Tokyo, on the other hand, is tired of making apologies and seeks to move beyond 
the period of Japanese militarism and aggression by presenting itself as a 
pacific and responsible member of the international community. 

Bilateral territorial disputes have in recent years intensified: Beijing and 
Tokyo both lay claims to exclusive economic zones in the East China Sea and 
accuse each other of illicit incursions as the two compete for and seek 
possession of energy resources. 

China and Japan are becoming increasingly assertive -- China because of its 
dynamic economic growth over the past two decades, increasing political 
influence in the region and continuing military modernization. Japan is 
prompted by its pursuit of becoming a "normal" country and gaining a permanent 
seat on the reformed U.N. Security Council. 

Mutual suspicions are as strong as they are palpable. Beijing is sensitive to 
Japanese constitutional reform and the Japanese Self-Defense Forces' expanding 
role and activities beyond its territories as a sign of re-militarization. 
Tokyo, meanwhile, is no longer coy about publicly stating its concerns about 
Chinese military modernization. 

Finally, there is China's concern with the U.S.-Japan security alliance and its 
impact on regional geopolitical landscape. Beijing was quite upset by last 
February's U.S.-Japan joint statement in which Tokyo, for the first time, 
explicitly referred to the peaceful resolution of issues concerning the Taiwan 
Strait and China's military transparency as among common strategic objectives 
it shares with Washington. For Beijing, this was unacceptable interference in 
China's internal affairs -- beyond the scope of a bilateral security pact whose 
original objective was the defense of Japan. 

Clearly, an estranged and, worse, a potentially adversary relationship between 
Asia's two great powers threatens the region's stability and is detrimental to 
the two countries' fundamental interests. An Asian "Franco-German" 
rapprochement would go a long way toward building the region's peace and 
prosperity. 

First, China and Japan must learn to live with each peacefully. Historically, 
the two have never been of equal status; now they have to adapt to and accept 
the other's rise. Accommodation rather than confrontation should be the basis 
of bilateral relationship in the years to come. 

Second, Beijing and Tokyo must develop mechanisms for regular high-level 
exchanges on issues of bilateral concerns.
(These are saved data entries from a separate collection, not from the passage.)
//! Kernel two-sample test with the maximum mean discrepancy (Gretton, Borgwardt, Rasch,
//! Schoelkopf, Smola 2012, "A kernel two-sample test", JMLR 13, 723-773).
//!
//! With the Gaussian kernel k(x, y) = exp(-||x - y||^2 / (2 sigma^2)) on features standardised on
//! the pooled rows, sigma the median pairwise distance unless given (median heuristic; Garreau et
//! al. 2017), source rows x_1..x_m and target rows y_1..y_n, the unbiased estimate is
//!
//! MMD^2_u = 1/(m(m-1)) sum_{i != j} k(x_i, x_j) + 1/(n(n-1)) sum_{i != j} k(y_i, y_j)
//!           - 2/(mn) sum_{i, j} k(x_i, y_j)
//!
//! (Gretton et al. 2012, eq. 3). Two routes, chosen by the pooled row count N = m + n:
//! - N <= `max_kernel_rows` (default 5,000): the N x N kernel matrix K is computed once (its
//!   lower triangle only). For a 0/1 indicator p of the rows called "source", s_XX = p'Kp,
//!   s_XY = r'p - s_XX (r = K 1) and s_YY = 1'K1 - s_XX - 2 s_XY give MMD^2_u. K being
//!   symmetric, only its strict lower triangle L enters (p'Kp = 2 p'Lp + sum_i p_i K_ii). The
//!   relabellings run in f32 in batches, in parallel (see "Precision" below), by one of two
//!   routes that compute the same sums:
//!   - masked sums (the default on CPUs with AVX-512F): p'Lp is the sum of L_ij over pairs of
//!     selected rows j < i, so only the rows a relabelling selects are visited, and within them
//!     only the selected columns are added, under the relabelling's bit mask. That is about
//!     N^2 / 8 additions per relabelling. For each row, the relabellings selecting it are taken
//!     12 at a time, so each piece of the row is loaded once for 12 masked adds.
//!   - a dense product (elsewhere): the B indicator columns as one matrix P and L P by faer's
//!     triangular matmul, N^2 / 2 multiply-adds per relabelling, half of them by a 0 indicator.
//!
//!   Measured on the 2-core AMD EPYC (Zen 4) test machine, 2,000 + 2,000 rows, 1,000
//!   relabellings: the permutation part took 0.06 s by masked sums against 0.11 s by the
//!   product. The p-value is (1 + #{MMD^2_b >= MMD^2}) / (1 + B): exact level under the null.
//!   Time O(N^2 d / 2 + N^2 B / 8) (masked) or O(N^2 d / 2 + N^2 B / 2) (product), memory N^2 f32
//!   values (100 MB at N = 5,000) plus O(N * 256) per thread.
//!
//!   Precision. The observed statistic, r and 1'K1 are f64 sums. The relabelled statistics use
//!   f32 for the kernel and the sums along a row (the 0/1 indicators are exact in f32; the masked
//!   route spreads a row's sum over 16 lanes) and f64 for the sums over rows. MMD^2_u is s_XX
//!   times a = 1/(m(m-1)) + 1/(n(n-1)) + 2/(mn) (about (1/m + 1/n)^2) plus f64 terms in r'p and 1'K1, so an error e in s_XX moves the statistic by
//!   a e. To keep e small the f32 matrix is the doubly centred K~ = HKH (H = I - 11'/N), using
//!   p'Kp = p'K~p + 2 (m/N) r'p - (m/N)^2 1'K1 (exact algebra, since 1'p = m): the rows of K~ sum
//!   to zero, so the partial sums of a row of K~ P grow like a random walk (about
//!   rms(K~) sqrt(k) after k terms) instead of like k. With unit roundoff u = 2^-24 and rounding
//!   errors modelled as independent and mean-zero (the probabilistic model of Higham & Mary 2019,
//!   "A new approach to probabilistic rounding error analysis", SIAM J. Sci. Comput. 41(5);
//!   cited from memory), the accumulation error of p'K~p has a standard deviation of about
//!   u rms(K~) m^1.5 / 2, and the f32 storage of K and K~ adds only of order u m, so the statistic
//!   errs by about 2 u rms(K~) m^-0.5 (m = n). The permutation spread of MMD^2_u shrinks like
//!   1/m, so the error is of order u sqrt(m) = 6e-8 sqrt(m) times the spread, i.e. a few 1e-6 of
//!   it for m up to 2,500. A p-value changes only if a relabelled statistic lies within that error
//!   of the observed one: for B = 1,000 about B x 2 x 1e-6 x (density <= about 0.5 / sd), a
//!   chance near 1e-3 of a change of 1 / (1 + B), far below the p-value's own Monte Carlo error.
//!   The random-walk picture needs the rows in random order: the matrix is built on a seeded
//!   shuffle of the pooled rows (the relabellings are unchanged). Without it, inputs sorted on a
//!   feature gave errors near 1e-5 of the spread. Measured (test
//!   `f32_permutation_statistics_match_f64_reference`, 900 + 1,100 rows in 3 features, no shift):
//!   largest error of 200 relabelled statistics 6.8e-10 (rows in random order) and 6.0e-10 (rows
//!   sorted on a feature) against sds 5.2e-4 and 4.9e-4, i.e. 1.3e-6 and 1.2e-6 of the spread;
//!   the modelled error a u (rms(K~) m^1.5 / 2 + m) was 1.0e-9. p-values equal the f64 ones.
//!   Exact ties (discrete data) stay ties: the p-value counts relabelled statistics within
//!   1e-12 relative plus 10 modelled errors of the observed one (conservative).
//! - N > `max_kernel_rows`: the block estimator (Zaremba, Gretton, Blaschko 2013, "B-test: a
//!   non-parametric, low variance kernel two-sample test", NIPS 26): source and target rows are
//!   shuffled (seeded) and dealt into L disjoint blocks of about `block_size` rows (default
//!   sqrt(N), between 50 and 250) keeping the sample proportions; the statistic is the mean of the
//!   L block estimates MMD^2_u. Its p-value comes from relabelling: in every block the pooled
//!   rows are split at random (independently across blocks, each block keeping its numbers of
//!   source and target rows) and the mean of the block statistics recomputed, B times;
//!   p = (1 + #{mean_b >= mean}) / (1 + B). Under the null the rows of a block are exchangeable
//!   given the (random, data-independent) block assignment, so the relabelled means have the
//!   same distribution as the observed one and the level is exact for any number of blocks
//!   (the stratified permutation test; Lehmann & Romano 2005, "Testing Statistical Hypotheses",
//!   section 15.2). Each block's kernel matrix is computed once and its B relabellings cost one
//!   product with a block_size x B indicator matrix, as above.
//!
//!   Why not the normal reference of the B-test paper: a block estimate of MMD^2_u is a degenerate
//!   U-statistic under the null, a weighted sum of centred chi-square variables (Gretton et al.
//!   2012, theorem 12), so it is skewed to the right, and with few blocks its mean and its spread
//!   grow together (measured over 300 null replicates of 16 blocks of 25 + 25 rows in 2
//!   features: skewness of a block estimate 1.8, correlation of the mean and the sd of the 16
//!   block estimates 0.69). The studentised mean mean / (sd / sqrt(L)) is then skewed to the left
//!   and Student's t overstates its upper tail: with 16 blocks of 50 rows the t-test rejected 4
//!   (and in a second run 5) of 300 null replicates at alpha = 0.05, below the binomial 99%
//!   interval 6 to 25. The normal limit only
//!   holds as L grows; relabelling within blocks needs no limit.
//!
//!   Time O(N * block_size * (d + B)), memory O(block_size^2 + block_size * 256) per thread plus
//!   O(L * B) for the relabelled statistics.

use super::{pooled_standardized, PValueMethod, ShiftDetails, ShiftTestResult};
use crate::data::{validate_pair, MatrixView};
use crate::error::{Error, Result};
use crate::kernel::{self, rng};
use faer::linalg::matmul::triangular::{self, BlockStructure};
use faer::{Accum, Mat, MatRef, Par};
use rand::seq::SliceRandom;
use rand::RngCore;
use rayon::prelude::*;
It is unfortunate that, since 
October 2001, there has been no summit meeting between the two governments. 
This only results in situations where public opinion and sentiments are allowed 
to prevent or dictate the terms of diplomatic dialogue. 

In addition, lack of dialogue also allows worse-case scenario assessments to 
influence policy formulation, further heightening mutual suspicions and leading 
to acrimony over issues such as the U.S.-Japan alliance, Taiwan, and Chinese 
military modernization. 

Third, the media can play an important role in either promoting or discouraging 
Sino-Japanese relations and, therefore, should make greater efforts in urging 
mutual exchanges and understanding instead of stoking nationalism and fanning 
hatred. 

Fourth, there need to be greater people-to-people contacts at the grassroots 
level. In the 1980s, such exchanges greatly promoted better understanding and 
friendship between the two peoples. Renewed efforts should be undertaken to 
deepen the ties, especially between the young. 

Sino-Japanese relations are at a crossroads. The two countries have developed 
close economic interdependence with annual bilateral trade exceeding $170 
billion ($205 billion if Hong Kong is included) and growing. Thousands of 
Japanese companies have invested in China. China and Japan are also critical 
players in the region's development of stable financial institutions, free 
trade, and greater regional integration. How to return the bilateral 
relationship to a positive trajectory is the greatest challenge for Beijing and 
Tokyo. 

Jing-dong Yuan is associate professor of international policy studies at the 
Monterey Institute of International Studies and research director of the East 
Asia Nonproliferation Program, Center for Nonproliferation Studies.